Primary Education "Too Narrow"
Children in England are getting a primary education that is too narrow, because schools focus too much on maths and English, claims a major report.
The author of the Cambridge University report warns that too much emphasis on testing the basics could “impoverish” learning in areas such as the arts.
Professor Robin Alexander says this could mean a “deficient” education.
The government has rejected the claim as “insulting” and says it “flies in the face of international evidence”.
The Cambridge Primary Review’s interim report is part of the biggest independent inquiry into primary education in England for 40 years.
“Their education, and to some degree their lives, are impoverished if they have received an education that is so fundamentally deficient.”
Professor Robin Alexander, Cambridge Review
It calls for an urgent debate about the purpose of primary education.
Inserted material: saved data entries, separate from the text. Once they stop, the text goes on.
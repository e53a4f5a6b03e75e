// Package placement finds where on a surveyed surface to put a device's
// atomic-precision core: among the translations by whole lattice vectors
// of the core's terrace that keep it inside a box, those that leave the
// most room between it and the survey's defects and step edges.
//
// # Method
//
// The search works on the grid of the terrace's dimer cells (one dimer
// pitch along the rows by one row spacing across). For an obstacle set X
// (defect cells, or step edges and everything outside the survey and the
// box) and the core's cells S, the clearance of the core moved by t is
// the distance from t to the set X − S = {x − s}: so X − S is formed once
// (a binary dilation, by FFT correlation of the two grids) and its exact
// Euclidean distance transform (Felzenszwalb and Huttenlocher, Theory of
// Computing 8, 415 (2012)) gives the clearance of every translation at
// once. The cost grows with the area of the box and of the core's
// extent, not with their product. The best translations on the grid are
// then measured exactly, with the same distances the surface-clearance
// design rule uses.
package placement

import (
	"context"
	"dimerpath/internal/fft2"
	"errors"
	"fmt"
	"math"
	"slices"

	"github.com/golang/geo/r2"

	"dimerpath/internal/edt"
	"dimerpath/lattice"
	"dimerpath/lattice/design"
)
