def _root_formula(formula: Formula, side: int, rows, what: str) -> Formula | None:
    if rows is None:
        return None
    low, high = (_polynomial(formula, side, r, clear_laplace=True) for r in rows)
    return formula.with_polynomials(-low, high, quantity=what.replace(" ", "_"), label=f"{what} of {formula.label}",
                                    unit="rad/s", problem=None)


def approximate_frequency(formula: Formula, assumptions: Iterable[Assumption | str] = (), *,
                          tolerance: float = 0.10, defaults: bool = True, samples: int = 96, seed: int = 0,
                          band: tuple[float, float] = DEFAULT_BAND) -> FrequencyApproximation:
    """Keep each coefficient's dominant terms so that ``H'`` stays within ``tolerance`` over the band.

    Parameters
    ----------
    formula : Formula
        A result in ``s``.
    assumptions : iterable of str or Assumption
        Magnitude statements, capacitances included (``cmu << cpi``), or the
        ranges of :func:`~symbias.approx.nominal_ranges` around a bias point.
    tolerance : float
        Largest accepted worst relative error of ``H``.
    defaults : bool
        Add the hand-analysis defaults (capacitances have none).
    samples : int
        Random points (fewer for a long result, see :data:`POINT_TERMS`).
    band : (float, float)
        Frequencies (Hz) over which the error is measured.

    Raises
    ------
    AssumptionError
        For a bad tolerance, sample count or band, or assumptions no point satisfies.
    """
    if not (isinstance(tolerance, (int, float)) and tolerance > 0) or samples < 0:
        raise AssumptionError(f"tolerance must be positive and samples >= 0, got {tolerance!r}, {samples!r}")
    if not (0 < band[0] < band[1] < math.inf):
        raise AssumptionError(f"the band must be 0 < f1 < f2, got {band[0]:g} to {band[1]:g} Hz")
    if not formula.nterms[0]:
        raise AssumptionError(f"{formula.label} is exactly 0: there is nothing to approximate")
    terms = laplace_terms(formula)
    names = [s.name for s in formula.symbols if s.name != LAPLACE]
    model = magnitude_model(names, assumptions, defaults=defaults, meanings=formula.meanings)
    unit, corners, drawn = _points(model, sum(formula.nterms), samples, seed)
    omega = 2 * np.pi * log_frequencies(band[0], band[1], _PER_DECADE)
    with np.errstate(all="ignore"):  # zero, infinite and underflowing terms are handled where they are read
        glog, gsign = generator_logs(formula, model.names, model.logs(unit))
        sides = [_Side(formula.term_columns[side], terms.powers[side], glog, gsign) for side in (0, 1)]
        choice, error, worst = _search(sides, omega, tolerance)
        pole_rows, pole_error = _dominant(sides[1], choice[1])
        zero_rows, zero_error = _dominant(sides[0], choice[0])
    point = {n: float(v[worst[0]]) for n, v in model.values(unit).items()}
    rows = tuple(s.rows(c) for s, c in zip(sides, choice))
    kept = tuple((len(r), s.size) for r, s in zip(rows, sides))
    listing = tuple((side, power, choice[side][power], sides[side].all_terms()[power])
                    for side in (0, 1) for power in sorted(sides[side].groups))
    return FrequencyApproximation(formula, rows, float(error), point, float(omega[worst[1]] / (2 * np.pi)),
                                  (float(band[0]), float(band[1])), model.assumptions, float(tolerance), corners,
                                  drawn, len(unit), seed, kept, listing, pole_rows, zero_rows, pole_error,
                                  zero_error, model)


def _search(sides: list["_Side"], omega: np.ndarray, tolerance: float):
    """Tighten the coefficients' own tolerance until ``H'`` is within ``tolerance`` over the band."""
    exact_matrices = [s.matrix(None) for s in sides]
    scales = [_frequency_scale(*m) for m in exact_matrices]
    exact = [_evaluate(*m, omega, w) for m, w in zip(exact_matrices, scales)]
    for round_ in range(_ROUNDS):
        choice = [s.choose(tolerance / 4.0 ** round_) for s in sides]
        approx = [_evaluate(*s.matrix(c), omega, w) for s, c, w in zip(sides, choice, scales)]
        error, worst = _band_error(exact, approx)
        if error <= tolerance:
            return choice, error, worst
    return [s.all_terms() for s in sides], 0.0, (0, 0)


def _points(model: MagnitudeModel, size: int, samples: int, seed: int) -> tuple[np.ndarray, int, int]:
    """Admitted corners (at most 64) and random points, fewer for a long result."""
    corners = model.corners(seed)
    if len(corners) > _MAX_CORNERS:
        corners = corners[np.random.default_rng(seed + 1).choice(len(corners), _MAX_CORNERS, replace=False)]
    corners = corners[model.admissible(model.logs(corners))]  # the random points fill up to the admitted corners
    wanted = max(_MIN_POINTS, min(samples, POINT_TERMS // max(1, size) - len(corners)))
    return model.admitted_points(corners, wanted, seed)


class _Side:
    """One side's terms at the points, grouped by power of s and ordered by importance within each group.

    A helper local to one call.  Importance is a term's largest share of its
    coefficient over the points.  For each coefficient the worst relative error
    over the points of its first 1-8 terms, then of geometrically growing
    prefixes, is computed once; :meth:`choose` bisects between the two
    candidates around a tolerance (the error falls nearly monotonically with
    the prefix).  Arrays are terms x points, so that a group of terms, a
    prefix and a reordering are runs of whole rows.
    """

    def __init__(self, columns: TermColumns, powers: np.ndarray, glog: np.ndarray, gsign: np.ndarray):
        grouped = np.argsort(powers, kind="stable")
        sorted_powers = powers[grouped]
        starts = np.flatnonzero(np.r_[True, sorted_powers[1:] != sorted_powers[:-1]])
        coefficient = columns.numerators[grouped].astype(float) / columns.denominators[grouped].astype(float)
        self.size = len(coefficient)
        self.degree = int(powers.max(initial=0))
        logs = _exponent_product(columns.exponents, grouped, glog)
        logs += np.log(np.abs(coefficient))[:, None]
        signs = np.sign(coefficient)[:, None]
        if np.any(gsign < 0):  # a negative sub-expression generator flips the terms with an odd power of it
            odd = _exponent_product(columns.exponents, grouped, (gsign < 0).astype(float)) % 2 > 0.5
            signs = signs * np.where(odd, -1.0, 1.0)
        sizes = np.diff(np.r_[starts, self.size])
        spans = [slice(int(first), int(first + size)) for first, size in zip(starts, sizes)]
        # per group: a maximum over whole rows (numpy's reduceat along the first axis goes row by row)
        top = np.array([logs[span].max(axis=0) for span in spans])
        top = np.where(np.isfinite(top), top, 0.0)
        values = logs  # in place: these arrays are terms x points
        for g, span in enumerate(spans):
            values[span] -= top[g]
        np.exp(values, out=values)
        values *= signs
        total = np.add.reduceat(values, starts, axis=0)
        scale = np.abs(total)
        share = np.empty(self.size)
        within = np.empty(self.size, dtype=np.intp)  # groups kept together, most important first
        with np.errstate(divide="ignore"):
            inverse = 1.0 / scale
        buffer = np.empty((min(self.size, _ROWS), values.shape[1]))
        for g, span in enumerate(spans):
            for start in range(span.start, span.stop, _ROWS):  # through a small buffer: no second terms x points array
                rows = slice(start, min(span.stop, start + _ROWS))
                part = np.abs(values[rows], out=buffer[: rows.stop - rows.start])
                part *= inverse[g]
                share[rows] = part.max(axis=1) if part.shape[1] else np.nan
            within[span] = span.start + np.argsort(-np.nan_to_num(share[span], nan=np.inf), kind="stable")
        self.rows_by_rank = grouped[within]  # original term index of each ranked position
        self._values, self._within = values, within  # partial sums are read from these on demand
        self.groups: dict[int, slice] = {}
        self.top, self.total, self.candidates, self.worst, self.scale = {}, {}, {}, {}, {}
        self._partial: dict[int, dict[int, np.ndarray]] = {}  # per power: count -> sum of its first count terms
        for g, span in enumerate(spans):
            k = int(sorted_powers[span.start])
            self.groups[k] = span
            self.top[k], self.total[k], self.scale[k] = top[g], total[g], scale[g]
            self.candidates[k] = _candidates(span.stop - span.start)
            self._partial[k] = {}
            self._running(k, 0, int(self.candidates[k][-1]), self.candidates[k])
            self.worst[k] = self._errors(k, self.candidates[k])

    def _running(self, k: int, first: int, last: int, wanted: np.ndarray | None = None) -> None:
        """Store the sums of the first ``first+1 .. last`` ranked terms of coefficient ``k`` (only the
        counts in ``wanted`` when given).

        They are the running sums ``numpy.cumsum`` gives over the ranked terms (the same additions in
        the same order), taken a block of rows at a time and continued from the known sum of the first
        ``first`` terms, so no sorted copy of the whole side is made.
        """
        start_row, known = self.groups[k].start, self._partial[k]
        running = known[first] if first else None
        for start in range(first, last, _ROWS):
            stop = min(last, start + _ROWS)
            chunk = self._values[self._within[start_row + start:start_row + stop]]
            if running is not None:
                chunk[0] += running
            np.cumsum(chunk, axis=0, out=chunk)
            running = chunk[-1]
            counts = np.arange(start + 1, stop + 1) if wanted is None else \
                wanted[(wanted > start) & (wanted <= stop)]
            known.update(zip(counts.tolist(), chunk[counts - start - 1]))

    def _sum(self, k: int, count: int) -> np.ndarray:
        """The sum of the first ``count`` ranked terms of coefficient ``k`` at every point."""
        known = self._partial[k]
        if count not in known:  # between two candidates: every count of that stretch, once
            candidates = self.candidates[k]
            position = int(np.searchsorted(candidates, count))
            low = int(candidates[position - 1]) if position else 0
            self._running(k, low, int(candidates[position]))
        return known[count]

    def _errors(self, k: int, counts: np.ndarray) -> np.ndarray:
        """Worst relative error over the points of the first ``counts`` terms of coefficient ``k``."""
        partial = np.array([self._sum(k, int(c)) for c in counts])
        errors = np.abs(partial - self.total[k]) / self.scale[k]
        errors = np.where(np.isfinite(errors), errors, np.where(partial == self.total[k], 0.0, np.inf))
        return errors.max(axis=1) if errors.shape[1] else np.zeros(len(counts))

    def all_terms(self) -> dict[int, int]:
        return {k: span.stop - span.start for k, span in self.groups.items()}

    def choose(self, tolerance: float) -> dict[int, int]:
        """Per power, how many of its terms (in importance order) are kept."""
        out = {}
        for k, span in self.groups.items():
            good = np.flatnonzero(self.worst[k] <= tolerance)
            if not len(good):
                out[k] = span.stop - span.start
                continue
            high = int(self.candidates[k][good[0]])
            low = int(self.candidates[k][good[0] - 1]) if good[0] > 0 else 0
            while high - low > 1:
                middle = (low + high) // 2
                if self._errors(k, np.array([middle]))[0] <= tolerance:
                    high = middle
                else:
                    low = middle
            out[k] = high
        return out

    def matrix(self, choice: dict[int, int] | None) -> tuple[np.ndarray, np.ndarray]:
        """(mantissa, log scale) of every coefficient at every point: exact (None) or of the kept terms."""
        points = len(next(iter(self.top.values())))
        mantissa = np.zeros((points, self.degree + 1))
        top = np.zeros((points, self.degree + 1))
        for k in self.groups:
            top[:, k] = self.top[k]
            mantissa[:, k] = self.total[k] if choice is None else self._sum(k, choice[k])
        return mantissa, top

    def rows(self, choice, powers: Iterable[int] | None = None) -> np.ndarray:
        """Indices (into the side's terms) of the kept terms of some powers (all by default)."""
        parts = [self.rows_by_rank[self.groups[k].start:self.groups[k].start + choice[k]]
                 for k in (self.groups if powers is None else powers)]
        return np.sort(np.concatenate(parts)) if parts else np.zeros(0, dtype=np.intp)
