# ----------------------------------------------------------------------------------------
# term values
# ----------------------------------------------------------------------------------------
class _Terms:
    """Numerator and denominator terms of a formula, evaluated in log space.

    A computation helper local to one :func:`approximate` call.
    """

    def __init__(self, formula: Formula, names: Sequence[str]):
        ring = formula.ring
        self.formula = formula
        self.names = tuple(names)
        index = {n: i for i, n in enumerate(self.names)}
        ngens = len(formula.variables)
        self.symbol_map = np.zeros((len(self.names), ngens))  # log generator = log symbols @ symbol_map
        self.special: list[int] = []
        for g, variable in enumerate(formula.variables):
            if variable.power and variable.symbol in index:
                self.symbol_map[index[variable.symbol], g] = variable.power
            elif not variable.power:
                self.special.append(g)
        self.sides = []
        for poly in (formula.numerator, formula.denominator):
            terms = ring.terms(poly)
            exps = np.array([e for e, _ in terms], dtype=float).reshape(len(terms), ngens)
            coeffs = np.array([float(c) for _, c in terms])
            self.sides.append((terms, exps, np.log(np.abs(coeffs)), np.sign(coeffs)))
        self.exps_t = [np.ascontiguousarray(exps.T) for _, exps, _, _ in self.sides]
        # exponents of each term in the user symbols (generators of sub-expressions count as used)
        self.user_exps = [exps @ self.symbol_map.T for _, exps, _, _ in self.sides]
        self.stored: list[np.ndarray | None] = [None, None]

    def generator_logs(self, logs: np.ndarray) -> tuple[np.ndarray, np.ndarray]:
        """Log magnitude and sign of every generator at the points."""
        glog = _dot(logs, self.symbol_map)
        gsign = np.ones_like(glog)
        if self.special:
            from .linear.numeric import evaluate_expression

            values = {n: np.exp(logs[:, i]) for i, n in enumerate(self.names)}
            for g in self.special:
                v = np.broadcast_to(np.asarray(evaluate_expression(self.formula.variables[g].meaning, values),
                                               dtype=float), (len(logs),))
                glog[:, g] = np.log(np.abs(v))
                gsign[:, g] = np.sign(v)
        return glog, gsign

    def _values(self, side: int, glog: np.ndarray, gsign: np.ndarray, columns, top=None):
        """Signed term values over ``exp(top)`` (top: the largest term log per point by default)."""
        _, _, logc, signc = self.sides[side]
        exps_t = self.exps_t[side]
        if columns is not None:
            exps_t, logc, signc = exps_t[:, columns], logc[columns], signc[columns]
        t = _dot(glog, exps_t) + logc
        if top is None:
            top = t.max(axis=1, keepdims=True)
        sign = signc
        if self.special:
            sign = signc * np.where(_dot((gsign < 0).astype(float), exps_t) % 2 > 0.5, -1.0, 1.0)
        return sign * np.exp(t - top), top

    def prepare(self, logs: np.ndarray) -> None:
        """Store per point the largest term log, the scaled sums and each term's importance.

        The scaled value of every term at every point is kept too (points x
        terms) when it fits :data:`_STORE_ENTRIES`, so that the search reads
        columns instead of recomputing them.
        """
        self.glog, self.gsign = self.generator_logs(logs)
        self.tops, self.sums, self.importance = [], [], []
        store = len(logs) * (len(self.sides[0][0]) + len(self.sides[1][0])) <= _STORE_ENTRIES
        for side in (0, 1):
            tops, sums, parts = [], [], []
            importance = np.zeros(len(self.sides[side][0]))
            chunk = max(1, _CHUNK_ENTRIES // max(1, len(self.sides[side][0])))
            for start in range(0, len(logs), chunk):
                part = slice(start, start + chunk)
                values, top = self._values(side, self.glog[part], self.gsign[part], None)
                total = values.sum(axis=1)
                with np.errstate(divide="ignore", invalid="ignore"):
                    share = np.abs(values) / np.abs(total)[:, None]
                importance = np.maximum(importance, np.nan_to_num(share, nan=np.inf).max(axis=0))
                tops.append(top)
                sums.append(total)
                if store:
                    parts.append(values)
            self.tops.append(np.vstack(tops))
            self.sums.append(np.concatenate(sums))
            self.importance.append(importance)
            self.stored[side] = np.vstack(parts) if store else None

    def columns(self, side: int, columns: Sequence[int]) -> np.ndarray:
        """Scaled values of some terms at the prepared points (same scale as :attr:`sums`)."""
        stored = self.stored[side]
        if stored is not None:
            return stored[:, list(columns)]
        return self._values(side, self.glog, self.gsign, list(columns), self.tops[side])[0]

    def ratio_at(self, logs: np.ndarray, kept: tuple[Sequence[int], Sequence[int]]) -> np.ndarray:
        """approx/exact at new points for kept term index sets."""
        glog, gsign = self.generator_logs(logs)
        out = []
        for side in (0, 1):
            values = self._values(side, glog, gsign, None)[0]
            out.append(values[:, list(kept[side])].sum(axis=1) / values.sum(axis=1))
        with np.errstate(divide="ignore", invalid="ignore"):
            return out[0] / out[1]

    def symbol_count(self, kept: tuple[Sequence[int], Sequence[int]]) -> int:
        """Symbols left in approx = N'/D' once the common monomial is cancelled."""
        rows = np.vstack([self.user_exps[0][list(kept[0])], self.user_exps[1][list(kept[1])]])
        used = np.any(rows != rows.min(axis=0), axis=0)
        special = 0
        for side in (0, 1):
            _, exps, _, _ = self.sides[side]
            if self.special:
                special |= int(np.any(exps[list(kept[side])][:, self.special]))
        return int(used.sum()) + special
The report says inadequacies in the primary curriculum stem from a mistaken belief that breadth in the curriculum is incompatible with improved standards in the “basics” of maths, literacy and numeracy.
History, geography, science and the arts have been “squeezed out”, it argues.
The report’s authors suggest learning in primary schools is skewed towards subjects which are formally tested in the national tests, used to draw up league tables.
It calls testing “the elephant in the curriculum”, noting that in Year 6 especially, the final year of primary school, “breadth competes with the much narrower scope of what is to be tested.”
Professor Robin Alexander, director of the Cambridge Primary Review, said: “Our argument is that their [children’s] education, and to some degree their lives, are impoverished if they have received an education that is so fundamentally deficient.”
“Eight new domains”
The review suggests the primary curriculum should be “re-conceived” with 12 specific aims, which it arranges in three groups:
• The needs and capacities of the individual: wellbeing; engagement; empowerment; autonomy
• The individual in relation to others and the wider world: encouraging respect and reciprocity; promoting interdependence and sustainability; empowering local, national and global citizenship; celebrating culture and community
• Learning, knowing and doing: knowing, understanding, exploring and making sense; fostering skill; exciting the imagination; enacting dialogue.
These aims would be achieved through eight “domains”, rather than a small number of subjects.
The domains would be: arts and creativity; citizenship and ethics; faith and belief; language, oracy and literacy; mathematics; physical and emotional health; place and time (geography and history); science and technology.
Prof Alexander said there had always been a problem in primary schools with striking the right balance between the basic skills, such as numeracy and literacy, and other areas, such as history.
“All of them should be taught to the highest possible standard, raising the quality of educational experience across the board,” he said.
“The key benefit to pupils is a retention of the statutory entitlement of a broad and balanced curriculum.”
A spokesman for the Department for Children, Schools and Families denied primary pupils were getting inadequate schooling.
“To say our children are receiving a deficient education is insulting to hard working pupils and teachers everywhere and flies in the face of international evidence,” he said.
“English children were recently recognised as being the highest achieving in maths and science among European countries.”
The government has commissioned its own independent inquiry into primary education. Its interim findings – already published – called for a flexible, less-overloaded time table.
Sir Jim Rose, heading the review, suggested there could be six broader “areas of learning”, rather than up to 14 individual subjects, such as history, geography and science.
“Freedom and flexibility”
The spokesman for the Department for Children, Schools and Families continued: “We thank Professor Alexander for his contribution and Sir Jim Rose will no doubt read it with interest as part of his extensive, independent consultation into the primary curriculum, which is still gathering evidence from a wide range of experts and academics, teachers, parents and the public.”
He added that the Rose Review’s aim was to give teachers more freedom and flexibility, smooth children’s transition between the stages of their education, and ensure the best possible educational outcomes for all children, he added.
Acting general secretary of the National Union of Teachers, Christine Blower, said it was a matter of “concern” that the government was keeping the Cambridge Primary Review “at arms length”.
“His proposals for the primary curriculum have depth, credibility and, above all, respond to the realities of the primary classroom.”
Nick Seaton, of the Campaign for Real Education, said children needed to be taught the basics at primary school, as well as a range of subjects.
“But if literacy and numeracy are taught well there should be enough time in the curriculum to teach the other subjects,” he said.
The Cambridge Primary Review is an independent body which began its research on primary education in 2006.
The primary curriculum report is its 10th published study. A final report will be published later this year.